Phil Pratt tells me that we had a phone call late that PM which (again, inter alia) went, “You haven’t been making stupid phone calls to me, have you?”. A lilting, soft, Scottish accent replied, “What, pretending to be Sqn Ldr Stapleton from Barnwood?”. “You (long rude phrase, even for aircrew - removed by Web Manager - but in truth, considered appropriate under the circumstances). You’d better keep well out of my way for the next few days!”

So there you go. In the space of one afternoon, my very worst and my very best RAF phone calls! I could have strangled P Rat but, having been so completely reeled in and kippered, anything to get my own back would have paled into insignificance …. Mind you, if I get to Heaven first, he’s not getting in!

And, of course, a much respected Wing Commander had shown that inside every one of them, there always remains a little bit of Flying Officer desperate to get out!

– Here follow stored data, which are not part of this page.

//! Reads `llvm-objdump` output: function symbols (`--syms -C`) and the
//! disassembly (`-d --no-show-raw-insn -C`), keyed by address.

use std::collections::HashMap;

use super::classify::{Class, classify};

/// A function symbol of the ELF.
#[derive(Debug, Clone, PartialEq, Eq)]
pub struct Function {
    /// Start address (Thumb bit clear).
    pub addr: u32,
    /// Size in bytes.
    pub size: u32,
    /// Demangled name without Rust's `::h<hash>` suffix.
    pub name: String,
}

impl Function {
    /// `true` when `pc` lies inside the function.
    pub fn contains(&self, pc: u32) -> bool {
        pc >= self.addr && pc < self.addr.saturating_add(self.size.max(1))
    }
}

/// Removes the `::h0123456789abcdef` disambiguator that legacy Rust mangling
/// appends to every path.
pub fn strip_hash(name: &str) -> &str {
    match name.rsplit_once("::h") {
        Some((stem, hash)) if hash.len() == 16 && hash.chars().all(|c| c.is_ascii_hexdigit()) => {
            stem
        }
        _ => name,
    }
}

/// Undoes the escapes of Rust's legacy symbol mangling that LLVM 14's
/// demangler leaves in place (`_$LT$` for `<`, `..` for `::`, `$u20$` for a
/// space, ...), as rustc-demangle does (common practice).
pub fn unescape_legacy(name: &str) -> String {
    const ESCAPES: [(&str, &str); 16] = [
        ("$SP$", "@"),
        ("$BP$", "*"),
        ("$RF$", "&"),
        ("$LT$", "<"),
        ("$GT$", ">"),
        ("$LP$", "("),
        ("$RP$", ")"),
        ("$C$", ","),
        ("$u20$", " "),
        ("$u22$", "\""),
        ("$u27$", "'"),
        ("$u2b$", "+"),
        ("$u3b$", ";"),
        ("$u5b$", "["),
        ("$u5d$", "]"),
        ("$u7e$", "~"),
    ];
    let mut out = String::with_capacity(name.len());
    for (i, segment) in name.split("::").enumerate() {
        if i > 0 {
            out.push_str("::");
        }
        let mut seg = segment
            .strip_prefix("_$")
            .map_or(segment.to_string(), |s| format!("${s}"));
        if seg.contains('$') {
            for (from, to) in ESCAPES {
                seg = seg.replace(from, to);
            }
            seg = seg.replace("$u7b$", "{").replace("$u7d$", "}");
        }
        out.push_str(&seg.replace("..", "::"));
    }
    out
}

/// Parses `llvm-objdump --syms -C` into the function symbols, sorted by
/// address. Lines look like
/// `00000fe8 l     F .text (tab) 00000688 cairn_on_target::probe::pose_predict::h1a70...`.
pub fn parse_symbols(text: &str) -> Vec<Function> {
    let mut out = Vec::new();
    for line in text.lines() {
        let Some((head, rest)) = line.split_once('\t') else {
            continue;
        };
        // head: address, 7 flag characters, section name.
        let mut parts = head.split_whitespace();
        let Some(addr) = parts.next().and_then(|a| u32::from_str_radix(a, 16).ok()) else {
            continue;
        };
        if !head.contains(" F ") {
            continue;
        }
        let rest = rest.trim_start();
        let Some((size, name)) = rest.split_once(' ') else {
            continue;
        };
        let Ok(size) = u32::from_str_radix(size, 16) else {
            continue;
        };
        let name = name.trim();
        let name = name.strip_prefix(".hidden ").unwrap_or(name);
        out.push(Function {
            addr: addr & !1,
            size,
            name: unescape_legacy(strip_hash(name)),
        });
    }
    out.sort_by_key(|f| f.addr);
    out
}

/// The function that contains `pc`, if any.
pub fn function_at(functions: &[Function], pc: u32) -> Option<&Function> {
    let i = functions.partition_point(|f| f.addr <= pc);
    functions[..i].iter().rev().find(|f| f.contains(pc))
}

/// One disassembled instruction.
#[derive(Debug, Clone, PartialEq, Eq)]
pub struct Instruction {
    /// Mnemonic as printed, e.g. `vmul.f32`, `bne.w`.
    pub mnemonic: String,
    /// Operands as printed, without the trailing comment.
    pub operands: String,
    /// Its timing class.
    pub class: Class,
}

/// Parses `llvm-objdump -d --no-show-raw-insn` into instructions by address.
/// Lines look like `     ffe:      \tvmul.f32\ts29, s1, s22`.
pub fn parse_disassembly(text: &str) -> HashMap<u32, Instruction> {
    let mut out = HashMap::new();
    for line in text.lines() {
        let Some((addr, body)) = line.split_once(':') else {
            continue;
        };
        if !line.starts_with(' ') {
            continue;
        }
        let Ok(addr) = u32::from_str_radix(addr.trim(), 16) else {
            continue;
        };
        let body = body.trim_start();
        let (mnemonic, operands) = match body.split_once('\t') {
            Some((m, o)) => (m.trim(), o),
            None => (body.trim(), ""),
        };
        // Data words keep their raw bytes ("00 00 00 3f  .word ...").
        if mnemonic.is_empty()
            || mnemonic.contains(' ')
            || mnemonic.starts_with('.')
            || mnemonic.starts_with('<')
        {
            continue;
        }
        let operands = operands.split('@').next().unwrap_or("").trim();
        out.insert(
            addr,
            Instruction {
                mnemonic: mnemonic.to_string(),
                operands: operands.to_string(),
                class: classify(mnemonic, operands),
            },
        );
    }
    out
}

#[cfg(test)]
mod tests {
    use super::*;

    #[test]
    fn symbols_from_an_objdump_table() {
        // Format of LLVM 14's `llvm-objdump --syms -C` on an ELF for Arm.
        let text = "\
SYMBOL TABLE:
00000000 l    df *ABS*\t00000000 cost_probe.f29473f5-cgu.0
00000fe8 l     F .text\t00000688 cairn_on_target::probe::pose_predict::h1a701360d06cc2f5
000089b0 l     F .text\t00000608 libm::math::sinf::sinf::hc2055a49520a23a5
00000c55 g     F .text\t00000008 main
00000440 l       .text\t00000000 $d
00009cf2 l     F .text\t0000000c .hidden __aeabi_dmul
";
        let f = parse_symbols(text);
        assert_eq!(f.len(), 4);
        assert_eq!(f[3].name, "__aeabi_dmul");
        assert_eq!(f[0].name, "main");
        assert_eq!(f[0].addr, 0xc54);
        assert_eq!(f[1].name, "cairn_on_target::probe::pose_predict");
        assert_eq!(f[1].size, 0x688);
        assert_eq!(function_at(&f, 0x1000).map(|f| f.addr), Some(0xfe8));
        assert_eq!(function_at(&f, 0x1670), None);
        assert_eq!(
            function_at(&f, 0x89b0).map(|f| f.name.as_str()),
            Some("libm::math::sinf::sinf")
        );
    }

    #[test]
    fn legacy_escapes_are_undone() {
        // Rust legacy mangling escapes, as rustc-demangle reads them.
        assert_eq!(
            unescape_legacy(
                "_$LT$cairn_core..form..Joseph$u20$as$u20$cairn_core..form..CovarianceForm$GT$::posterior"
            ),
            "<cairn_core::form::Joseph as cairn_core::form::CovarianceForm>::posterior"
        );
        assert_eq!(
            unescape_legacy("libm::math::sinf::sinf"),
            "libm::math::sinf::sinf"
        );
    }

    #[test]
    fn instructions_from_a_listing() {
        let text = "\
00000fe8 <cairn_on_target::probe::pose_predict::h1a701360d06cc2f5>:
     fe8:      \tpush\t{r4, r5, r6, r7, lr}
     ff6:      \tvldr\ts22, [pc, #652]         @ 0x1284 <$d>
     ffe:      \tvmul.f32\ts29, s1, s22
    101a:      \tbl\t0x89b0 <libm::math::sinf::sinf::hc2055a49520a23a5> @ imm = #31122
    1284: 00 00 00 3f  \t.word\t0x3f000000
";
        let d = parse_disassembly(text);
        assert_eq!(d.len(), 4);
        assert_eq!(d[&0xfe8].class, Class::StoreMulti(5));
        assert_eq!(d[&0xff6].class, Class::FpLoad);
        assert_eq!(d[&0xff6].operands, "s22, [pc, #652]");
        assert_eq!(d[&0xffe].class, Class::FpMul);
        assert_eq!(d[&0x101a].class, Class::Branch);
    }
}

Phil and I shared similar career paths from 30/ 47 and 47/ 30 into British Airways and now on into retirement. An enduring friendship, even if it is based on rarely seeing one another these days. When you see the good Captain Pratt at our Squadron reunions, you now know why he walks around with one eye always checking his six. I haven’t got him back yet … but I’m a very patient man.

Some afternoon. Some chum …. Some Boss! I hope he enjoyed the bottle of Scotch that rather sheepishly reached his desk the following morning.